You are not logged in.
Pages: 1
Hello. I'm learning C and created the following stupid test program:
#include <stdio.h>
main(){
printf("\nHello World!");
return(0);
}
Compiled: "gcc -o hello hello.c" then ran: "./hello". What do I get? "bash: ./hello: permission denied".

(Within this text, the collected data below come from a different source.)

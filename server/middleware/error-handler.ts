import type { ErrorRequestHandler, RequestHandler } from 'express';
import type { ErrorEnvelope } from '@shared/schemas/errors';
import { HttpError } from '../lib/http-error';

function envelope(code: string, message: string, issues?: ErrorEnvelope['error']['issues']): ErrorEnvelope {
  return { error: issues ? { code, message, issues } : { code, message } };
}

/** The JSON a known error answers with (also stored to replay an idempotent refusal). */
export const httpErrorBody = (err: HttpError): ErrorEnvelope => envelope(err.code, err.message, err.issues);

/** Unknown /api paths answer 404 in the same envelope as every other failure. */
export const apiNotFound: RequestHandler = (req, _res, next) => {
  next(new HttpError(404, 'NOT_FOUND', `There is no API at ${req.method} ${req.originalUrl}.`));
};

interface ParserError {
  type?: string;
  status?: number;
  code?: string;
  message?: string;
}

/** The one error handler, registered last: known errors keep their status; anything else is a logged 500. */
export const errorHandler: ErrorRequestHandler = (err: unknown, req, res, _next) => {
  if (err instanceof HttpError) {
    if (err.headers) res.set(err.headers);
    res.status(err.status).json(httpErrorBody(err));
    return;
  }
  const e = (err ?? {}) as ParserError;
  if (e.code === 'CSRF_TOKEN_INVALID') {
    res.status(403).json(envelope('CSRF_TOKEN_INVALID', e.message ?? 'Missing or wrong CSRF token.'));
    return;
  }
  if (e.type === 'entity.parse.failed') {
    res.status(400).json(envelope('INVALID_JSON', 'The request body is not valid JSON.'));
    return;
  }
  if (e.type === 'entity.too.large') {
    res.status(413).json(envelope('BODY_TOO_LARGE', 'The request body is too large.'));
    return;
  }
  if (e.type === 'encoding.unsupported' || e.type === 'charset.unsupported') {
    res.status(415).json(envelope('UNSUPPORTED_ENCODING', 'Send the body as UTF-8 JSON.'));
    return;
  }
  req.log?.error({ err }, 'unhandled error');
  res.status(500).json(envelope('INTERNAL_ERROR', 'Something went wrong on the server. It has been logged; try again.'));
};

Yes, I do have permission to execute it:
[celso@arch c]$ ls -l hello*
-rwxr-xr-x 1 celso users 4401 2007-03-24 01:48 hello
-rw-r--r-- 1 celso users 71 2007-03-24 01:48 hello.c
-rw-r--r-- 1 celso users 75 2007-03-24 01:46 hello.c~
And no, gcc returned no errors.
I had no problem doing the same procedure on another distro (and executing the shameful C program), but it happened here in Arch. Have I missed something here, perhaps something very, very obvious?
Offline
Have you tried
chown celso:celso hello
?
Offline
What're the permissions on the pwd?
--edit-- eh, nevermind, I guess that's a dumb question. In my defense, it's late, and I'm tired. Not sure yet what's going on here...

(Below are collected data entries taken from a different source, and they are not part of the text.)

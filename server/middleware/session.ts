import session from 'express-session';
import type { AppConfig } from '../config';
import { SqliteSessionStore } from '../session/sqlite-store';

declare module 'express-session' {
  interface SessionData {
    userId?: number;
    /** Set for a station session: the station it was opened at, and its last request (epoch ms). */
    stationId?: number;
    stationActiveAt?: number;
  }
}

export const SESSION_COOKIE = 'gripline.sid';

/** Cookie sessions in the app's own database; the cookie's life is renewed on every request (idle expiry). */
export function sessionMiddleware(config: AppConfig) {
  const store = new SqliteSessionStore(config.db.$client, config.sessionIdleMs);
  const middleware = session({
    name: SESSION_COOKIE,
    secret: config.sessionSecret,
    store,
    resave: false,
    saveUninitialized: false,
    rolling: true,
    cookie: {
      httpOnly: true,
      sameSite: 'lax',
      secure: config.secureCookies,
      path: '/',
      maxAge: config.sessionIdleMs,
    },
  });
  return { middleware, store };
}
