import type { RequestHandler } from 'express';
import { HttpError } from '../lib/http-error';

/**
 * A path the router cannot decode (`/api/tools/%`, `/%zz`) is the client's mistake: answer 400 before
 * any route, the static client or the SPA fallback tries to read it (Express would throw a URIError).
 */
export const wellFormedPath: RequestHandler = (req, _res, next) => {
  try {
    decodeURIComponent(req.path);
  } catch {
    next(new HttpError(400, 'BAD_REQUEST_PATH', 'The address has a malformed percent-encoding (a % must be followed by two hex digits of valid UTF-8). Check the link.'));
    return;
  }
  next();
};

Last edited by Cerebral (2007-03-24 05:22:32)
Offline
Have you tried
chown celso:celso hello
?
I don't think it's the case, as I'm under the users group:
[celso@arch c]$ groups
audio optical floppy storage users burning
- -
What're the permissions on the pwd?
I have full permissions there:
[celso@arch c]$ ls -l ../
total 4
drwxr-xr-x 2 celso users 4096 2007-03-24 01:59 c
- -
I went one step further and tried to run my little program as root:
[root@arch c]# ./hello
bash: ./hello: Permissão negada
"Permissão negada" means "permission denied". I even compiled it as root, and same error.

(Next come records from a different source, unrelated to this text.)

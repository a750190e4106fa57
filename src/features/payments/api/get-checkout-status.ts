import { queryOptions } from '@tanstack/react-query';
import type { CheckoutStatus } from '@shared/schemas/payments';
import { api } from '@/lib/api-client';
import { paymentKeys } from './keys';

/** How often My tab asks again while the provider's webhook is on its way. */
export const CHECKOUT_POLL_MS = 1_500;

/** A checkout's state, asked again every 1.5 s while it is still open; paid, refused and expired are final, and so is not found. */
export const checkoutStatusQueryOptions = (sessionId: string) =>
  queryOptions({
    queryKey: paymentKeys.checkout(sessionId),
    queryFn: () => api.get<CheckoutStatus>(`/api/payments/checkouts/${encodeURIComponent(sessionId)}`),
    refetchInterval: (query) => (query.state.status !== 'error' && (query.state.data?.state ?? 'open') === 'open' ? CHECKOUT_POLL_MS : false),
  });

I've got no clue over what's happening. I love Arch, by the way.
Offline
maybe you have noexec in your fstab?
Offline
maybe you have noexec in your fstab?
I don't think this is the case. Here is the fstab line corresponding to the partition where my testing lies:
/dev/hdb6 /home/celso/stuff ext3 defaults,user 0 0
Offline
OK, solved. I thought puting "defaults" on the fstab entry would do, but it didn't. I straight added "exec" on it and now it works.
Thanks for the tips.
Offline
glad it works now, not sure why noexec was added by default, afaik exec is the default..
oh well
Offline
/dev/hdb6 /home/celso/stuff ext3 defaults,user 0 0
defaults -> exec
user -> noexec
Since user comes after defaults, noexec wins.